- Teresa Wright and Joseph Cotten from "The Age of Innocence"
- Episode no.: Season 2 Episode 8
- Directed by: Arthur Hiller
- Written by: Berne Giler
- Original air date: October 31, 1957

Guest appearances
- Joseph Cotten as Robert Rainey; Teresa Wright as Carol Morton; Maureen O'Sullivan as Julia Williams;

Episode chronology
| ← Previous "The Mystery of Thirteen" | Next → "The Clouded Image" |

= The Edge of Innocence =

"The Edge of Innocence" was an American television film broadcast on November 7, 1957, as part of the CBS television series, Playhouse 90. It aired as the eighth episode of the second season.

==Plot==
A lawyer, Robert Rainey, defends a friend, Lowell Williams, who is charged with murder.

==Production==
Arthur Hiller was the director and Eva Wolas the producer. Berne Giler wrote the script.
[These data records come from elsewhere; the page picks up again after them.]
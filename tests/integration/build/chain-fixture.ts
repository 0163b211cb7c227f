import type { DbSession } from '../../../src/db/database.js';

/** Size of a test chain; every value in it follows from these with set-based SQL. */
export interface ChainShape {
  readonly stores: number;
  readonly items: number;
  readonly start: string;
  readonly days: number;
  /** Changes every generated value (audit and property tests use several). */
  readonly seed?: number;
}

/**
 * Inserts a small fictional chain (stores in two regions, items in two categories and three
 * departments) with set-based SQL: daily sales with gaps, long zero runs (stock-outs) and a
 * few returns, weekly prices starting on Saturdays with changes, events of three kinds (one day
 * with two events) and benefit days in one region. Test data only.
 */
export async function insertChain(db: DbSession, shape: ChainShape): Promise<void> {
  const seed = shape.seed ?? 1;
  const start = `DATE '${shape.start}'`;
  await db.exec(`
    INSERT INTO stores (store_id, region_id)
      SELECT 'st' || s, CASE WHEN s % 2 = 0 THEN 'north' ELSE 'south' END FROM generate_series(1, ${shape.stores}) s;
    INSERT INTO items (item_id, dept_id, category_id)
      SELECT 'it' || lpad(i::text, 3, '0'), 'd' || (i % 3), CASE WHEN i % 3 = 2 THEN 'c1' ELSE 'c0' END
      FROM generate_series(1, ${shape.items}) i;
    INSERT INTO series (item_id, store_id)
      SELECT 'it' || lpad(i::text, 3, '0'), 'st' || s FROM generate_series(1, ${shape.stores}) s, generate_series(1, ${shape.items}) i
      ORDER BY s, i;
    -- Units: a level per series, a weekly cycle and noise; every 13th day missing for some
    -- series; a zero run of 20 days in a third of the series; an occasional return.
    INSERT INTO sales (series_id, day, units)
      SELECT r.series_id, ${start} + d,
        CASE
          WHEN r.series_id % 3 = 0 AND d BETWEEN 60 + (r.series_id % 7) AND 79 + (r.series_id % 7) THEN 0
          WHEN abs(hashint8extended(r.series_id * 100000 + d, ${seed})) % 97 = 0 THEN -1
          ELSE ((r.series_id % 5) + 1) * (1 + (d % 7 = 5)::int) + abs(hashint8extended(r.series_id * 100000 + d, ${seed + 1})) % 6
            - CASE WHEN abs(hashint8extended(r.series_id * 7 + d, ${seed + 2})) % 4 = 0 THEN ((r.series_id % 5) + 1) ELSE 0 END
        END
      FROM series r, generate_series(0, ${shape.days - 1}) d
      WHERE NOT (r.series_id % 4 = 1 AND d % 13 = 5)
        AND d >= (r.series_id % 6) * 3;
    -- Weekly prices (weeks start on Saturday), changing every few weeks; some weeks missing.
    INSERT INTO prices (item_id, store_id, week_start, price)
      SELECT r.item_id, r.store_id, w.ws,
        round((2 + (r.series_id % 4) * 0.75 + (abs(hashint8extended(r.series_id * 1000 + (w.k / 3), ${seed + 3})) % 5) * 0.25)::numeric, 2)
      FROM series r,
        LATERAL (SELECT k, (${start} - ((extract(isodow FROM ${start})::int + 1) % 7)) + 7 * k AS ws
                 FROM generate_series(0, ${Math.ceil(shape.days / 7) + 2}) k) w
      WHERE NOT (r.series_id % 5 = 2 AND w.k % 11 = 4);
    INSERT INTO calendar_days (day) SELECT ${start} + d FROM generate_series(-10, ${shape.days + 60}) d;
    INSERT INTO events (day, name, kind)
      SELECT ${start} + d, CASE d % 3 WHEN 0 THEN 'Harvest Fair' WHEN 1 THEN 'River Race' ELSE 'Lantern Night' END,
             CASE d % 3 WHEN 0 THEN 'cultural' WHEN 1 THEN 'sporting' ELSE 'national' END
      FROM generate_series(5, ${shape.days + 50}, 17) d;
    INSERT INTO events (day, name, kind) VALUES (${start} + 22, 'Founders Day', 'national');
    INSERT INTO benefit_days (region_id, day)
      SELECT 'north', ${start} + d FROM generate_series(0, ${shape.days + 40}) d WHERE extract(day FROM ${start} + d) IN (1, 2, 15);
  `);
}
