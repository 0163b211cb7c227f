/**
 * An independent reference for the feature build: DuckDB (@duckdb/node-api) computes every
 * feature of a snapshot with its own SQL window functions (lag, avg / stddev_samp / min / max
 * OVER ROWS BETWEEN, count(DISTINCT) OVER, RANGE frames), GROUP BY for group totals and its own
 * calendar functions (isodow, weekofyear, isoyear), on the raw rows copied out of PostgreSQL.
 */
import { type DuckDBConnection, DuckDBInstance } from '@duckdb/node-api';
import { parseDay } from '../../../src/core/days.js';
import type { DbSession } from '../../../src/db/database.js';
import { defaultGap, type EncodingEntry } from '../../../src/features/encodings.js';
import type { ResolvedFeatureSet } from '../../../src/features/feature-set.js';
import type { GroupLevel } from '../../../src/features/group-levels.js';
import type { HierarchyEntry } from '../../../src/features/hierarchy.js';
import type { WindowEntry } from '../../../src/features/windows.js';
import { calendarFeatures, kindSlug } from '../../../src/features/calendar.js';
import type { PricesParams } from '../../../src/features/prices.js';

export type RefRow = Record<string, number | null>;

/** Opens an in-memory DuckDB with the raw tables of a PostgreSQL schema copied in. */
export async function duckWithChain(pg: DbSession): Promise<DuckDBConnection> {
  const inst = await DuckDBInstance.create(':memory:');
  const con = await inst.connect();
  const copy = async (name: string, ddl: string, select: string, kinds: Array<'int' | 'text' | 'double'>) => {
    await con.run(`CREATE TABLE ${name}_raw (${ddl})`);
    const app = await con.createAppender(`${name}_raw`);
    for (const row of (await pg.query<Record<string, unknown>>(select)).rows) {
      Object.values(row).forEach((v, i) => {
        if (v === null) app.appendNull();
        else if (kinds[i] === 'int') app.appendInteger(Number(v));
        else if (kinds[i] === 'double') app.appendDouble(Number(v));
        else app.appendVarchar(String(v));
      });
      app.endRow();
    }
    app.closeSync();
  };
  const ep = "(day - DATE '1970-01-01')";
  await copy(
    'sales',
    'series_id INTEGER, day INTEGER, units INTEGER',
    `SELECT series_id, ${ep} AS d, units FROM sales`,
    ['int', 'int', 'int'],
  );
  await copy(
    'series',
    'series_id INTEGER, item_id VARCHAR, store_id VARCHAR',
    'SELECT series_id, item_id, store_id FROM series',
    ['int', 'text', 'text'],
  );
  await copy(
    'items',
    'item_id VARCHAR, dept_id VARCHAR, category_id VARCHAR',
    'SELECT item_id, dept_id, category_id FROM items',
    ['text', 'text', 'text'],
  );
  await copy('stores', 'store_id VARCHAR, region_id VARCHAR', 'SELECT store_id, region_id FROM stores', [
    'text',
    'text',
  ]);
  await copy(
    'prices',
    'item_id VARCHAR, store_id VARCHAR, week_start INTEGER, price DOUBLE',
    "SELECT item_id, store_id, week_start - DATE '1970-01-01', price::float8 FROM prices",
    ['text', 'text', 'int', 'double'],
  );
  await copy('events', 'day INTEGER, name VARCHAR, kind VARCHAR', `SELECT ${ep}, name, kind FROM events`, [
    'int',
    'text',
    'text',
  ]);
  await copy('benefit_days', 'region_id VARCHAR, day INTEGER', `SELECT region_id, ${ep} FROM benefit_days`, [
    'text',
    'int',
  ]);
  const asDate = (c: string) => `DATE '1970-01-01' + ${c} AS ${c}`;
  await con.run(`
    CREATE TABLE sales AS SELECT series_id, ${asDate('day')}, units FROM sales_raw;
    CREATE TABLE series AS SELECT * FROM series_raw;
    CREATE TABLE items AS SELECT * FROM items_raw;
    CREATE TABLE stores AS SELECT * FROM stores_raw;
    CREATE TABLE prices AS SELECT item_id, store_id, ${asDate('week_start')}, price FROM prices_raw;
    CREATE TABLE events AS SELECT ${asDate('day')}, name, kind FROM events_raw;
    CREATE TABLE benefit_days AS SELECT region_id, ${asDate('day')} FROM benefit_days_raw;
  `);
  return con;
}

const d = (epoch: number) => `(DATE '1970-01-01' + ${epoch})`;
const SEP = 'chr(31)';

/** DuckDB key expression of a level over series r, items i, stores st (as src/features/group-levels.ts). */
function levelKey(level: GroupLevel): string {
  switch (level) {
    case 'total':
      return "''";
    case 'region':
      return 'st.region_id';
    case 'store':
      return 'r.store_id';
    case 'category':
      return 'i.category_id';
    case 'department':
      return 'i.dept_id';
    case 'item':
      return 'r.item_id';
    case 'store_category':
      return `r.store_id || ${SEP} || i.category_id`;
    case 'store_department':
      return `r.store_id || ${SEP} || i.dept_id`;
    case 'item_region':
      return `r.item_id || ${SEP} || st.region_id`;
  }
}
const PARENT: Record<string, GroupLevel> = {
  region: 'total',
  store: 'region',
  category: 'total',
  department: 'category',
  item: 'department',
  store_category: 'store',
  store_department: 'store_category',
  item_region: 'item',
};

async function rows(con: DuckDBConnection, sql: string): Promise<Record<string, unknown>[]> {
  return (await con.runAndReadAll(sql)).getRowObjectsJS() as Record<string, unknown>[];
}
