import { existsSync, readFileSync } from 'node:fs';
import { resolve } from 'node:path';
import { pathToFileURL } from 'node:url';
import { z } from 'zod';
import { ConfigError } from '../db/errors.js';
import { type Env, readEnv } from './env.js';
import {
  checksSectionSchema,
  pipelineSectionSchema,
  serveSectionSchema,
  setsSectionSchema,
} from './sections.js';

const ident = z.string().regex(/^[a-z][a-z0-9_]{0,62}$/, 'a name matching ^[a-z][a-z0-9_]{0,62}$');
export const WEEKDAYS = [
  'sunday',
  'monday',
  'tuesday',
  'wednesday',
  'thursday',
  'friday',
  'saturday',
] as const;
export const RAW_TABLES = [
  'items',
  'stores',
  'sales',
  'prices',
  'calendar',
  'events',
  'benefit_days',
] as const;

/** Source column name -> contract column name, or null to ignore an extra column. */
const columnMapSchema = z.record(z.string(), z.string().nullable());

export const configSchema = z
  .object({
    database: z
      .object({
        url: z.string().min(1).optional(),
        schema: ident.default('larder'),
        embeddedDir: z.string().default('.larder/pgdata'),
        poolSize: z.number().int().min(1).max(64).default(4),
      })
      .strict()
      .default({ schema: 'larder', embeddedDir: '.larder/pgdata', poolSize: 4 }),
    redis: z
      .object({ url: z.string().min(1).optional(), prefix: z.string().min(1).max(32).default('larder') })
      .strict()
      .default({ prefix: 'larder' }),
    calendar: z
      .object({ weekStartsOn: z.enum(WEEKDAYS).default('saturday') })
      .strict()
      .default({ weekStartsOn: 'saturday' }),
    load: z
      .object({
        maxRejects: z.number().int().min(0).default(0),
        columns: z.partialRecord(z.enum(RAW_TABLES), columnMapSchema).default({}),
      })
      .strict()
      .default({ maxRejects: 0, columns: {} }),
    checks: checksSectionSchema,
    sets: setsSectionSchema,
    serve: serveSectionSchema,
    pipeline: pipelineSectionSchema,
  })
  .strict();

export type ConfigInput = z.input<typeof configSchema>;
export type Config = Readonly<z.infer<typeof configSchema>>;

/** Typed helper for `larder.config.ts`. */
export function defineConfig(config: ConfigInput): ConfigInput {
  return config;
}

/** Formats zod issues as `key.path: what was expected`, one per line. */
export function formatIssues(error: z.ZodError, origin: string): string {
  const lines = error.issues.map((i) => {
    const key = i.path.length ? i.path.join('.') : '(top level)';
    return `  ${key}: ${i.message}`;
  });
  return `invalid configuration in ${origin}:\n${lines.join('\n')}`;
}

export function parseConfig(raw: unknown, origin: string, env: Env = {}): Config {
  const parsed = configSchema.safeParse(raw ?? {});
  if (!parsed.success) throw new ConfigError(formatIssues(parsed.error, origin));
  const c = parsed.data;
  // Environment overrides the file (twelve-factor style: deploys differ by env, not by file).
  if (env.DATABASE_URL) c.database.url = env.DATABASE_URL;
  if (env.REDIS_URL) c.redis.url = env.REDIS_URL;
  if (env.LARDER_SCHEMA) c.database.schema = env.LARDER_SCHEMA;
  if (env.LARDER_TOKENS) {
    c.serve.tokens = [
      ...c.serve.tokens,
      ...env.LARDER_TOKENS.split(',')
        .map((t) => t.trim())
        .filter(Boolean),
    ];
  }
  return deepFreeze(c);
}

const CANDIDATES = ['larder.config.ts', 'larder.config.js', 'larder.config.json'];

/** Finds and loads the config file (explicit path, LARDER_CONFIG, or one in `cwd`); none is fine. */
export async function loadConfig(
  opts: { path?: string | undefined; cwd?: string; env?: Env } = {},
): Promise<Config> {
  const env = opts.env ?? readEnv();
  const cwd = opts.cwd ?? process.cwd();
  const explicit = opts.path ?? env.LARDER_CONFIG;
  const path = explicit ? resolve(cwd, explicit) : CANDIDATES.map((f) => resolve(cwd, f)).find(existsSync);
  if (explicit && !existsSync(path!)) throw new ConfigError(`config file not found: ${path}`);
  if (!path) return parseConfig({}, 'defaults', env);
  let raw: unknown;
  try {
    if (path.endsWith('.json')) raw = JSON.parse(readFileSync(path, 'utf8'));
    else raw = ((await import(pathToFileURL(path).href)) as { default?: unknown }).default;
  } catch (err) {
    throw new ConfigError(`cannot read config file ${path}: ${(err as Error).message}`, { cause: err });
  }
  return parseConfig(raw, path, env);
}

function deepFreeze<T>(value: T): T {
  if (value && typeof value === 'object' && !Object.isFrozen(value)) {
    Object.freeze(value);
    for (const v of Object.values(value)) deepFreeze(v);
  }
  return value;
}
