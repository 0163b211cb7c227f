import { describe, expect, test } from 'vitest';
import { type GroupMap, readStagedGroups } from '../../../src/build/group-stage.js';
import type { GroupLevel } from '../../../src/features/group-levels.js';
import { KEY_SEP } from '../../../src/features/group-levels.js';
import { useTestDb } from '../../helpers/db.js';

const t = useTestDb(import.meta.url);

const BASE = 19000;
const CUTOFF = BASE + 9;

/** A staged table in the layout chain-groups.ts writes: per key, (offset, total, n) records. */
async function stage(scale: number): Promise<void> {
  const { db } = t();
  await db.exec(`DROP TABLE IF EXISTS staged_g;
    CREATE UNLOGGED TABLE staged_g (level text NOT NULL, k1 text NOT NULL, k2 text, days bytea NOT NULL);
    INSERT INTO staged_g
      SELECT 'item_region', 'item' || i, 'region' || r,
        (SELECT string_agg(int4send(d) || float8send((${scale} * (i * 100 + r * 10 + d))::float8) || int4send(r + 1), ''::bytea ORDER BY d)
         FROM generate_series(0, 9) d)
      FROM generate_series(1, 4) i, generate_series(0, 2) r;`);
}

const wanted = (keys: string[]) => new Map<GroupLevel, Set<string>>([['item_region', new Set(keys)]]);
const key = (i: number, r: number) => `item${i}${KEY_SEP}region${r}`;

async function read(keys: string[]): Promise<GroupMap> {
  const into: GroupMap = new Map();
  await readStagedGroups(t().db, 'staged_g', wanted(keys), BASE, CUTOFF, into);
  return into;
}

describe('staged group totals', () => {
  test('later partitions of one table get the same totals, and a table planned again is read again', async () => {
    await stage(1);
    // Expected values follow from the INSERT above (worked by hand: total = i*100 + r*10 + d).
    const first = await read([key(1, 0), key(2, 0)]);
    expect(Array.from(first.get('item_region')!.get(key(2, 0))!.total)).toEqual(
      Array.from({ length: 10 }, (_, d) => 200 + d),
    );
    // A second partition wants keys already read and new ones (and one the table lacks).
    const second = await read([key(2, 0), key(3, 1), 'item9\u001fregion9']);
    const g = second.get('item_region')!;
    expect([...g.keys()].sort()).toEqual([key(2, 0), key(3, 1)]);
    expect(Array.from(g.get(key(3, 1))!.total)).toEqual(Array.from({ length: 10 }, (_, d) => 310 + d));
    expect(Array.from(g.get(key(3, 1))!.n)).toEqual(new Array(10).fill(2));
    expect(g.get(key(2, 0))).toBe(first.get('item_region')!.get(key(2, 0)));

    // Dropped and staged again under the same name (another plan): nothing is taken from before.
    await stage(2);
    const again = await read([key(2, 0)]);
    expect(Array.from(again.get('item_region')!.get(key(2, 0))!.total)).toEqual(
      Array.from({ length: 10 }, (_, d) => 2 * (200 + d)),
    );
  });
});
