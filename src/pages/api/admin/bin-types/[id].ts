import { endpoint } from '@/lib/endpoint.server';
import { actorFrom } from '@/lib/audit.server';
import { idParams } from '@/lib/route-params';
import { binTypePatchSchema } from '@/lib/pool-setup/setup-schemas';
import { updateBinType } from '@/lib/pool-setup/bin-types.server';

/** Change a bin type; the asset type and inspection policy are fixed once bins of the type exist. Needs `version`. */
export const PATCH = endpoint({ capability: 'sites.manage', body: binTypePatchSchema, params: idParams('Bin type') }, async ({ ctx, body, params }) => ({
  row: await updateBinType(params.id, body, actorFrom(ctx.locals)),
}));
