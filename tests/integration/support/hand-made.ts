// Hand-made pool rows for report tests: bins registered through the app (so each has its register entry in
// the log), then put into exactly the state a test needs with plain SQL, and trips and log entries written
// with the dates the test's arithmetic uses. The table constraints still apply, so every state is a legal one.
import { QueryTypes } from 'sequelize';
import { sequelize } from './db';
import { registerBin } from '@/lib/bins/bin-register.server';
import { makeGrai } from '@/lib/gs1';
import type { Actor } from '@/lib/scans/scan-service.server';

export async function handBin(actor: Actor, opts: { serial: string; binTypeId: number; siteId: number; registeredAt: string; assetType?: string }) {
  const grai = makeGrai('9529999', opts.assetType ?? '10010', opts.serial);
  return registerBin(actor, { grai, binTypeId: opts.binTypeId, siteId: opts.siteId, manufactureMonth: '2026-01' }, { now: new Date(opts.registeredAt) });
}

/** Sets asset columns directly (column names as in the table). */
export async function setAsset(id: number, fields: Record<string, unknown>) {
  const keys = Object.keys(fields);
  const sets = keys.map((k, i) => `${k} = $${i + 2}`).join(', ');
  await sequelize.query(`UPDATE assets SET ${sets} WHERE id = $1`, { bind: [id, ...keys.map((k) => fields[k])] });
}

export interface HandTrip {
  assetId: number;
  customerId: number;
  depotSiteId: number;
  customerSiteId?: number | null;
  linerLotId?: number | null;
  dispatchedAt: string;
  deliveredAt?: string | null;
  dischargedAt?: string | null;
  collectedAt?: string | null;
  returnedAt?: string | null;
  fillProduct?: string | null;
  fillVolumeL?: number | null;
  sealsApplied?: string[];
  sealsVerified?: string[];
  sealMismatch?: boolean;
}

export async function handTrip(t: HandTrip): Promise<number> {
  const [row] = await sequelize.query<{ id: number }>(
    `INSERT INTO trips (asset_id, customer_id, depot_site_id, customer_site_id, liner_lot_id, dispatched_at, delivered_at, discharged_at,
                        collected_at, returned_at, fill_product, fill_volume_l, seals_applied, seals_verified, seal_mismatch, status)
     VALUES ($1, $2, $3, $4, $5, $6, $7, $8, $9, $10, $11, $12, $13, $14, $15, $16) RETURNING id`,
    {
      bind: [
        t.assetId,
        t.customerId,
        t.depotSiteId,
        t.customerSiteId ?? null,
        t.linerLotId ?? null,
        t.dispatchedAt,
        t.deliveredAt ?? null,
        t.dischargedAt ?? null,
        t.collectedAt ?? null,
        t.returnedAt ?? null,
        t.fillProduct ?? null,
        t.fillVolumeL ?? null,
        t.sealsApplied ?? [],
        t.sealsVerified ?? [],
        t.sealMismatch ?? false,
        t.returnedAt ? 'closed' : 'open',
      ],
      type: QueryTypes.SELECT,
    },
  );
  return row!.id;
}

export async function logEvent(e: { assetId: number; action: string; occurredAt: string; statusTo: string; tripId?: number | null; siteId?: number | null; voided?: boolean }) {
  await sequelize.query(
    `INSERT INTO scan_events (asset_id, action, occurred_at, status_to, trip_id, site_id, voided_at, void_reason)
     VALUES ($1, $2, $3, $4, $5, $6, $7, $8)`,
    { bind: [e.assetId, e.action, e.occurredAt, e.statusTo, e.tripId ?? null, e.siteId ?? null, e.voided ? e.occurredAt : null, e.voided ? 'scanned the wrong bin' : null] },
  );
}

export async function sqlRows<T extends object>(sql: string, bind: unknown[] = []): Promise<T[]> {
  return sequelize.query<T>(sql, { bind, type: QueryTypes.SELECT });
}

let rawSerial = 0;
/**
 * A bin row written straight into `assets` in exactly the given state (no register event), with an optional
 * current trip: for drift tests that compare an SQL restatement of a rule with the pure rule on many states.
 */
export async function rawBin(b: {
  binTypeId: number;
  status: string;
  siteId?: number | null;
  siteSince?: string | null;
  customerId?: number | null;
  leg?: string | null;
  lastScanAt?: string | null;
  nextDue?: string | null;
  trip?: { customerId: number; depotSiteId: number; dispatchedAt: string; deliveredAt?: string | null };
}): Promise<number> {
  rawSerial += 1;
  const serial = `D${String(rawSerial).padStart(5, '0')}`;
  const [row] = await sequelize.query<{ id: number }>(
    `INSERT INTO assets (grai, serial, bin_type_id, manufacture_month, status, site_id, site_since, customer_id, leg, last_scan_at,
                         next_intermediate_due, next_full_due, next_due)
     VALUES ($1, $2, $3, '2024-01-01', $4, $5, $6, $7, $8, $9, $10, $10, $10) RETURNING id`,
    {
      bind: [
        makeGrai('9529999', '10010', serial),
        serial,
        b.binTypeId,
        b.status,
        b.siteId ?? null,
        b.siteSince ?? null,
        b.customerId ?? null,
        b.leg ?? null,
        b.lastScanAt ?? null,
        b.nextDue ?? null,
      ],
      type: QueryTypes.SELECT,
    },
  );
  const id = row!.id;
  if (b.trip) {
    const [trip] = await sequelize.query<{ id: number }>(
      `INSERT INTO trips (asset_id, customer_id, depot_site_id, dispatched_at, delivered_at, status) VALUES ($1, $2, $3, $4, $5, 'open') RETURNING id`,
      { bind: [id, b.trip.customerId, b.trip.depotSiteId, b.trip.dispatchedAt, b.trip.deliveredAt ?? null], type: QueryTypes.SELECT },
    );
    await sequelize.query('UPDATE assets SET current_trip_id = $1 WHERE id = $2', { bind: [trip!.id, id] });
  }
  return id;
}
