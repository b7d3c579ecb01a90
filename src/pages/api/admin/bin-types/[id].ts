import { endpoint } from '@/lib/endpoint.server';
import { actorFrom } from '@/lib/audit.server';
import { idParamSchema } from '@/lib/accounts/people-schemas';
import { binTypePatchSchema } from '@/lib/pool-setup/setup-schemas';
import { updateBinType } from '@/lib/pool-setup/bin-types.server';

/** Change a bin type; the asset type and inspection policy are fixed once bins of the type exist. Needs `version`. */
export const PATCH = endpoint({ capability: 'sites.manage', body: binTypePatchSchema }, async ({ ctx, body }) => ({
  row: await updateBinType(idParamSchema.parse(ctx.params.id), body, actorFrom(ctx.locals)),
}));
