// Calls an API route's handler the way Astro would, with a signed-in user already
// resolved (the middleware's job), so integration tests cover the route's own
// validation, permissions and envelope against the real database.
import type { APIContext, APIRoute } from 'astro';
import type { SessionUser } from '@/lib/accounts/session-user.server';
import type { Role } from '@/lib/permissions';

export function sessionUser(u: { id: number | null; role: Role; organisationId: number; homeSiteId?: number | null }, name = `Test ${u.role}`): SessionUser {
  return {
    id: u.id ?? 0,
    email: `${u.role}-${u.id}@test.example`,
    name,
    role: u.role,
    organisationId: u.organisationId,
    organisationName: 'Test',
    homeSiteId: u.homeSiteId ?? null,
    qualifiedInspector: false,
  };
}

export async function callRoute(
  route: APIRoute,
  opts: {
    user: SessionUser | null;
    path: string;
    query?: Record<string, string>;
    method?: string;
    body?: unknown;
    /** Sent as it is (a signed webhook's exact bytes), instead of `body` as JSON. */
    rawBody?: string;
    headers?: Record<string, string>;
    params?: Record<string, string>;
  },
): Promise<Response> {
  const url = new URL(opts.path, 'http://loopfold.test');
  for (const [k, v] of Object.entries(opts.query ?? {})) url.searchParams.set(k, v);
  const json = opts.body !== undefined || opts.rawBody !== undefined;
  const request = new Request(url, {
    method: opts.method ?? 'GET',
    headers: { ...(json ? { 'Content-Type': 'application/json' } : {}), ...opts.headers },
    body: opts.rawBody ?? (opts.body === undefined ? undefined : JSON.stringify(opts.body)),
  });
  const ctx = { url, request, params: opts.params ?? {}, locals: { user: opts.user, clientAddress: '127.0.0.1' } } as unknown as APIContext;
  return route(ctx) as Promise<Response>;
}

export async function json<T = { data?: unknown; error?: { code: string; message: string; details?: unknown } }>(res: Response): Promise<T> {
  return (await res.json()) as T;
}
The film was produced by Screen Gems for Playhouse 90.

==Reception==
In The New York Times, Jack Gould wrote that "absurdities were plentiful" and Berne Giler's familiarity with legal procedure was "remote" and his knowledge of play-writing "even more distant." He did credit Cotten with "a competent portrayal as a defense attorney."